• Eating meat – it seems like it is a matter of selfishness and lack of discipline. Though, I’m sure, there are those who supposedly consume such for spiritual practices, there are many who consume for the sake of their taste buds and inability to have compassion for the process through which their so-called edibles have been derived. Many also fail to realise the cannibalism in the action itself. This lack of self-control concerning their tastes and absence of compassion seem to manifest as a result of an immersion into the daily living and the social and political habits that infuse and empower such behaviour.

    In a society where action seems to go from contemplative to impulsive, in conjunction, with intention seeming to stem from greed and lust, rather than mercy and love, it seems that it would be difficult to attain a higher level of operation for the human vessel in consideration of the intense imposition of the former attributes in the common population.

    On a Universal note, however, according to some of the readings I’ve sought, Buddha embraced Sangha like many religious traditions and cults embrace new and other members. Encouragement and accompaniment on the road to a common realisation or perspective enforces the ideals of the group (or individual) on the consciousness of the new (or other) members. By reveling in such instructional fellowship, one is silently forbidden to stray from a specific path or ideology through the subtle forceful imposition of the associated paradigms.

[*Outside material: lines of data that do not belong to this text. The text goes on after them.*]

import type { Battery, Supply } from './domain';
import { known, lacking, missingOf, type Known } from './known';
import { packModel, type PackModel } from './pack';

/** A supply (packs in series or in parallel) as one source, SI. */
export interface SupplyModel {
  readonly packs: readonly PackModel[];
  readonly seriesCells: number;
  readonly nominalV: number;
  readonly fullV: number;
  readonly cutoffV: number;
  /** Measured resistance of the whole supply; null where any pack was never measured. */
  readonly resistanceOhm: number | null;
  /**
   * Resistance the model uses: unmeasured packs count as zero, which reads currents on the
   * high side, the safe side for every current rule.
   */
  readonly modelResistanceOhm: number;
  readonly capacityMah: number;
  readonly continuousLimitA: Known;
  readonly burstLimitA: Known;
  readonly lithium: boolean;
  /** Plain-language reason the packs must not be combined this way; null when they may. */
  readonly mismatch: string | null;
}

export function supplyModel(supply: Supply, batteries: ReadonlyMap<string, Battery>): Known<SupplyModel> {
  if (supply.batteryIds.length === 0) return lacking('supply.batteryIds');
  const packs: PackModel[] = [];
  const lacks: Known<unknown>[] = [];
  for (const id of supply.batteryIds) {
    const battery = batteries.get(id);
    if (!battery) {
      lacks.push(lacking('supply.batteryIds'));
      continue;
    }
    const pack = packModel(battery);
    if (pack.value === null) lacks.push(pack);
    else packs.push(pack.value);
  }
  if (lacks.length > 0) return lacking(...missingOf(...lacks));
  return known(supply.arrangement === 'parallel' ? combineParallel(packs) : combineSeries(packs));
}

/** Packs in series: voltages and resistances add; capacity and current limits are the smallest pack's. */
export function combineSeries(packs: readonly PackModel[]): SupplyModel {
  let seriesCells = 0;
  let nominalV = 0;
  let fullV = 0;
  let cutoffV = 0;
  let r = 0;
  let rKnown = true;
  let capacityMah = Infinity;
  for (const p of packs) {
    seriesCells += p.cellsSeries;
    nominalV += p.nominalV;
    fullV += p.fullV;
    cutoffV += p.cutoffV;
    if (p.resistanceOhm === null) rKnown = false;
    else r += p.resistanceOhm;
    capacityMah = Math.min(capacityMah, p.capacityMah);
  }
  return {
    packs,
    seriesCells,
    nominalV,
    fullV,
    cutoffV,
    resistanceOhm: rKnown ? r : null,
    modelResistanceOhm: r,
    capacityMah,
    // Every pack in series carries the whole current, so the weakest sets the limit.
    continuousLimitA: smallestLimit(packs.map((p) => p.continuousLimitA)),
    burstLimitA: smallestLimit(packs.map((p) => p.burstLimitA)),
    lithium: packs.some((p) => p.lithium),
    mismatch: null,
  };
}

/**
 * Packs in parallel: capacities add, resistances combine in parallel. Packs must have the same
 * cell count and chemistry, or the fuller pack drives current into the other; a mismatch is
 * reported, and the figures then take the highest pack voltage (the safe side for voltage
 * limits).
 */
export function combineParallel(packs: readonly PackModel[]): SupplyModel {
  let nominalV = 0;
  let fullV = 0;
  let cutoffV = 0;
  let conductance = 0;
  let rKnown = true;
  let anyZero = false;
  let capacityMah = 0;
  for (const p of packs) {
    nominalV = Math.max(nominalV, p.nominalV);
    fullV = Math.max(fullV, p.fullV);
    cutoffV = Math.max(cutoffV, p.cutoffV);
    if (p.resistanceOhm === null) rKnown = false;
    else if (p.resistanceOhm === 0) anyZero = true;
    else conductance += 1 / p.resistanceOhm;
    capacityMah += p.capacityMah;
  }
  const r = !rKnown || anyZero || conductance === 0 ? 0 : 1 / conductance;
  const first = packs[0];
  const mismatched =
    first !== undefined && packs.some((p) => p.cellsSeries !== first.cellsSeries || p.fullV !== first.fullV);
  return {
    packs,
    seriesCells: first?.cellsSeries ?? 0,
    nominalV,
    fullV,
    cutoffV,
    resistanceOhm: rKnown ? r : null,
    modelResistanceOhm: r,
    capacityMah,
    continuousLimitA: sharedLimit(packs, (p) => p.continuousLimitA, capacityMah),
    burstLimitA: sharedLimit(packs, (p) => p.burstLimitA, capacityMah),
    lithium: packs.some((p) => p.lithium),
    mismatch: mismatched
      ? 'Packs in parallel must have the same cell count and chemistry. Connected like this, the ' +
        'fuller pack pushes a large current into the other one at once: wires, connectors and ' +
        'lithium packs can overheat and catch fire. Use matched packs at the same charge level.'
      : null,
  };
}

function smallestLimit(limits: readonly Known[]): Known {
  let min = Infinity;
  for (const l of limits) {
    if (l.value === null) return lacking(...missingOf(...limits));
    min = Math.min(min, l.value);
  }
  return known(min);
}

/**
 * Parallel packs share current roughly by capacity, so the pack with the lowest C rating
 * reaches its rating first: the supply limit is total capacity × the lowest C rating.
 */
function sharedLimit(packs: readonly PackModel[], pick: (p: PackModel) => Known, totalMah: number): Known {
  let lowestC = Infinity;
  for (const p of packs) {
    const l = pick(p);
    if (l.value === null) return lacking(...missingOf(...packs.map(pick)));
    lowestC = Math.min(lowestC, l.value / (p.capacityMah / 1000));
  }
  return known((lowestC * totalMah) / 1000);
}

    In relation to meat eating, we are immersed in a culture that makes hamburgers, spaghetti and meatballs, fried chicken, and other hurtful practices the norm. Such a baptism, of this group’s (or individual’s) ideas, imprints it’s acceptability on the mind of a person, even more so when such ideals are imposed at a young age (i.e. ham in a jar for infants, etc.). This imprint becomes difficult to transcend in light of the continual enforcement of the created social norm, wherein consumption of meat has been created to be viewed as necessary nourishment and the glory of the taste buds; thereby, eradicating the factor of love through the imbalance of light on the process it took to receive this so-called nourishment and tasty objects of satisfaction.

    The factor of self-discipline, in this matter, seems to stem from changing such habits when the harmful factors have been exposed and brought to surface. The need for such consumption is only there as long as one wants to believe in its imperative significance. Self-control is difficult to cultivate in a society where freedom reigns and such so-called “freedom” is often an excuse to permit otherwise impermissible behaviour. If love dominated, transcending the concept of freedom, the world wouldn’t use the conscious torture and murder of loving animal creatures as an excuse to satisfy their cravings, which have only been a result of the mastermind of marketing and psychological manipulation, thus, resulting in the numbing of their “love” sensors.

    Copyright © 2014 MisadeBlah

  • Who consumes meat for spiritual practices?

    The Buddha did not embrace ‘Sangha like many religious traditions and cults embrace new and other members.’ The Buddha created and led the Sangha, and guided its new members in a non-cult-like way.

    Meat is not necessary for nourishment, as many victorious vegan athletes prove.

    If meat is truly tasty, there would be no need to add any vegan seasonings to it.